For Snapchat, those headwinds have resulted in the company reporting its slowest quarterly sales growth in its history for the third quarter ended Sept. 30. The social media giant attributed the performance to declining advertising spending and increased competition, and has so far refocused its business and pulled back on capital expenditures.

However, some employers are leveraging the economic uncertainty to phase out remote-work policies and revert back to pre-pandemic operations. Tesla billionaire Elon Musk, who also now owns social media company Twitter, has been persistent in his attempts to get employees back to in-person work. Apple also asked its workers to return for at least three days a week as part of a policy it implemented in September.

It laid off about 20% of its workforce in August and curb as many expenses as possible, including substantial cuts to its real estate portfolio. Last month it closed its nearly 33,300-square-foot office in the 875 Howard building more than two years before the November 2024 expiration of its lease.

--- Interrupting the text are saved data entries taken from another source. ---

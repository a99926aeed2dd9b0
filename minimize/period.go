package minimize

import (
	"fmt"
	"math"

	"github.com/tenter-go/tenter/action"
	"github.com/tenter-go/tenter/field"
	"github.com/tenter-go/tenter/lattice"
)

// stretched is the action of one period T of a history of given slices,
//
//	S(T) = K/T − UT,
//
// K/T the kinetic and UT the rest, as a combination a(T)S₁ + b(T)S₂ of the
// actions of two blocks with the periods T₁ and T₂ = 2T₁. Derivatives by T are
// exact that way.
type stretched struct {
	block         lattice.Block
	first         float64 // T₁
	one, two      *action.Discrete
	g1, g2        *field.History // ∂S₁/∂φ, ∂S₂/∂φ
	matrix, other *action.Matrix
}

func newStretched(b lattice.Block, d action.Density) (*stretched, error) {
	s := &stretched{block: b, first: b.Time.Length()}
	var err error
	if s.one, err = action.New(b, d); err != nil {
		return nil, err
	}
	s.two, err = action.New(s.at(2*s.first), d)
	return s, err
}

// at returns the block with period T.
func (s *stretched) at(period float64) lattice.Block {
	b := s.block
	b.Time.Step = period / float64(b.Time.Sites)
	return b
}

// weights returns a and b and their first and second derivatives at T.
func (s *stretched) weights(period float64) (a, b [3]float64) {
	t1, t := s.first, period
	t2 := 2 * t1
	d := t2*t2 - t1*t1
	over := [3]float64{1 / t, -1 / (t * t), 2 / (t * t * t)}
	rest := [3]float64{t1*t1/t - t, -t1*t1/(t*t) - 1, 2 * t1 * t1 / (t * t * t)}
	for k := range 3 {
		a[k] = t1 * (over[k] + rest[k]/d)
		b[k] = -t2 * rest[k] / d
	}
	return a, b
}

// value returns S and its first two derivatives by T.
func (s *stretched) value(h *field.History, period float64) (v [3]float64) {
	a, b := s.weights(period)
	one, two := s.one.Value(h), s.two.Value(h)
	for k := range v {
		v[k] = a[k]*one + b[k]*two
	}
	return v
}

// gradient writes ∂S/∂φ to g and ∂²S/∂φ∂T to by.
func (s *stretched) gradient(g, by, h *field.History, period float64) {
	a, b := s.weights(period)
	s.g1, s.g2 = s.one.Gradient(s.g1, h), s.two.Gradient(s.g2, h)
	for e, v := range s.g1.Data {
		w := s.g2.Data[e]
		g.Data[e] = a[0]*v + b[0]*w
		by.Data[e] = a[1]*v + b[1]*w
	}
}

// second returns the second variation by φ, valid until the next call.
func (s *stretched) second(h *field.History, period float64) *action.Matrix {
	a, b := s.weights(period)
	s.matrix, s.other = s.one.SecondVariationMatrix(s.matrix, h), s.two.SecondVariationMatrix(s.other, h)
	for e, v := range s.other.Value {
		s.matrix.Value[e] = a[0]*s.matrix.Value[e] + b[0]*v
	}
	return s.matrix
}

// autonomous returns a *Refusal if the action of h does not depend on the period
// as it should: if the density depends on time.
func (s *stretched) autonomous(d action.Density, h *field.History) error {
	third, err := action.New(s.at(3*s.first), d)
	if err != nil {
		return err
	}
	g, by := h.Clone(), h.Clone()
	s.gradient(g, by, h, 3*s.first)
	want := third.Gradient(nil, h)
	// the weights at 3T₁ are below 10 in size
	size := max(s.g1.MaxAbs(), s.g2.MaxAbs(), want.MaxAbs())
	for e, v := range want.Data {
		if math.Abs(v-g.Data[e]) > 1e-10*size {
			n, c, i := h.Place(e)
			return &Refusal{Problem: problemPeriodic, Why: fmt.Sprintf(
				"the density depends on time: at three periods ∂S/∂φ of component %d at %v is not of the form K/T − UT; want coefficients and a potential that depend on x only", c, s.block.At(n, i))}
		}
	}
	return nil
}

Snap's four-day policy will apply to employees across all 30 of its offices around the world, according to the memo, which also said the company is developing a process for workers to request an exception.

“We’ve been working this way for so long that I’m afraid we’ve forgotten what we’ve lost — and what we could gain — by spending more time together,” Spiegel wrote. “I believe that ‘default together,’ while retaining flexibility for our team members, will help us to accelerate our growth."